EXERCISE AIM ▸ Every single entry below should be reproduced verbatim.

DATA SHOWN ▸
/// The first slip of `line`, of the table `table`, of which TOML says `message` at `at`.
pub(crate) fn find(line: &str, table: &str, message: &str, at: usize) -> Option<Slip> {
    let begin = line.len() - line.trim_start().len();
    let rest = &line[begin..];
    for sign in ["//", ";", "--"] {
        if rest.starts_with(sign) {
            let slip =
                Slip::new(begin..begin + sign.len(), format!("`{sign}` begins no remark"), "a remark begins with #");
            return Some(slip.write("#"));
        }
    }
    if let Some(slip) = typographic(line) {
        return Some(slip);
    }
    if rest.starts_with('[') && !rest.contains('=') && !message.contains("array") {
        return header(line, begin);
    }
    let slip = Line { line, table }.entry(begin);
    slip.or_else(|| {
        let lacks = message.contains("missing comma");
        let comma = || Slip::new(at..at, "a comma is missing", "put a comma between the items of a list or table");
        lacks.then(|| comma().edit(at..at, ", "))
    })
}

fn typographic(line: &str) -> Option<Slip> {
    let marks = ['\u{201c}', '\u{201d}', '\u{201e}', '\u{2018}', '\u{2019}', '\u{201a}', '«', '»', '`'];
    let found: Vec<(usize, &str)> = line.match_indices(marks).collect();
    let (first, mark) = *found.first()?;
    let slip =
        Slip::new(first..first + mark.len(), format!("{mark} is a typographic quote"), "write plain quotes: \"...\"");
    Some(found.iter().fold(slip, |slip, (at, mark)| slip.edit(*at..at + mark.len(), "\"")))
}

/// A header whose brackets do not close.
fn header(line: &str, begin: usize) -> Option<Slip> {
    let end = line.find('#').unwrap_or(line.len());
    let text = line[begin..end].trim_end();
    let (open, close) = if text.starts_with("[[") { ("[[", "]]") } else { ("[", "]") };
    if text.ends_with(close) {
        return None;
    }
    let name = text.trim_matches(['[', ']', ')', '}', ' ', ':']);
    let slip =
        Slip::new(begin..begin + open.len(), "this bracket is never closed", format!("write {open}{name}{close}"));
    Some(slip.edit(begin..begin + text.len(), format!("{open}{name}{close}")))
}

/// Where a value stands.
#[derive(Debug, Clone, Copy, PartialEq, Eq)]
enum Inside {
    Line,
    Table,
    List,
}

struct Line<'a> {
    line: &'a str,
    /// The table it belongs to.
    table: &'a str,
}

/// Either the place after what was read, or a slip in it.
type Read = Result<usize, Slip>;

TASK OUTPUT ▸
/// The first slip of `line`, of the table `table`, of which TOML says `message` at `at`.
pub(crate) fn find(line: &str, table: &str, message: &str, at: usize) -> Option<Slip> {
    let begin = line.len() - line.trim_start().len();
    let rest = &line[begin..];
    for sign in ["//", ";", "--"] {
        if rest.starts_with(sign) {
            let slip =
                Slip::new(begin..begin + sign.len(), format!("`{sign}` begins no remark"), "a remark begins with #");
            return Some(slip.write("#"));
        }
    }
    if let Some(slip) = typographic(line) {
        return Some(slip);
    }
    if rest.starts_with('[') && !rest.contains('=') && !message.contains("array") {
        return header(line, begin);
    }
    let slip = Line { line, table }.entry(begin);
    slip.or_else(|| {
        let lacks = message.contains("missing comma");
        let comma = || Slip::new(at..at, "a comma is missing", "put a comma between the items of a list or table");
        lacks.then(|| comma().edit(at..at, ", "))
    })
}

fn typographic(line: &str) -> Option<Slip> {
    let marks = ['\u{201c}', '\u{201d}', '\u{201e}', '\u{2018}', '\u{2019}', '\u{201a}', '«', '»', '`'];
    let found: Vec<(usize, &str)> = line.match_indices(marks).collect();
    let (first, mark) = *found.first()?;
    let slip =
        Slip::new(first..first + mark.len(), format!("{mark} is a typographic quote"), "write plain quotes: \"...\"");
    Some(found.iter().fold(slip, |slip, (at, mark)| slip.edit(*at..at + mark.len(), "\"")))
}

/// A header whose brackets do not close.
fn header(line: &str, begin: usize) -> Option<Slip> {
    let end = line.find('#').unwrap_or(line.len());
    let text = line[begin..end].trim_end();
    let (open, close) = if text.starts_with("[[") { ("[[", "]]") } else { ("[", "]") };
    if text.ends_with(close) {
        return None;
    }
    let name = text.trim_matches(['[', ']', ')', '}', ' ', ':']);
    let slip =
        Slip::new(begin..begin + open.len(), "this bracket is never closed", format!("write {open}{name}{close}"));
    Some(slip.edit(begin..begin + text.len(), format!("{open}{name}{close}")))
}

/// Where a value stands.
#[derive(Debug, Clone, Copy, PartialEq, Eq)]
enum Inside {
    Line,
    Table,
    List,
}

struct Line<'a> {
    line: &'a str,
    /// The table it belongs to.
    table: &'a str,
}

/// Either the place after what was read, or a slip in it.
type Read = Result<usize, Slip>;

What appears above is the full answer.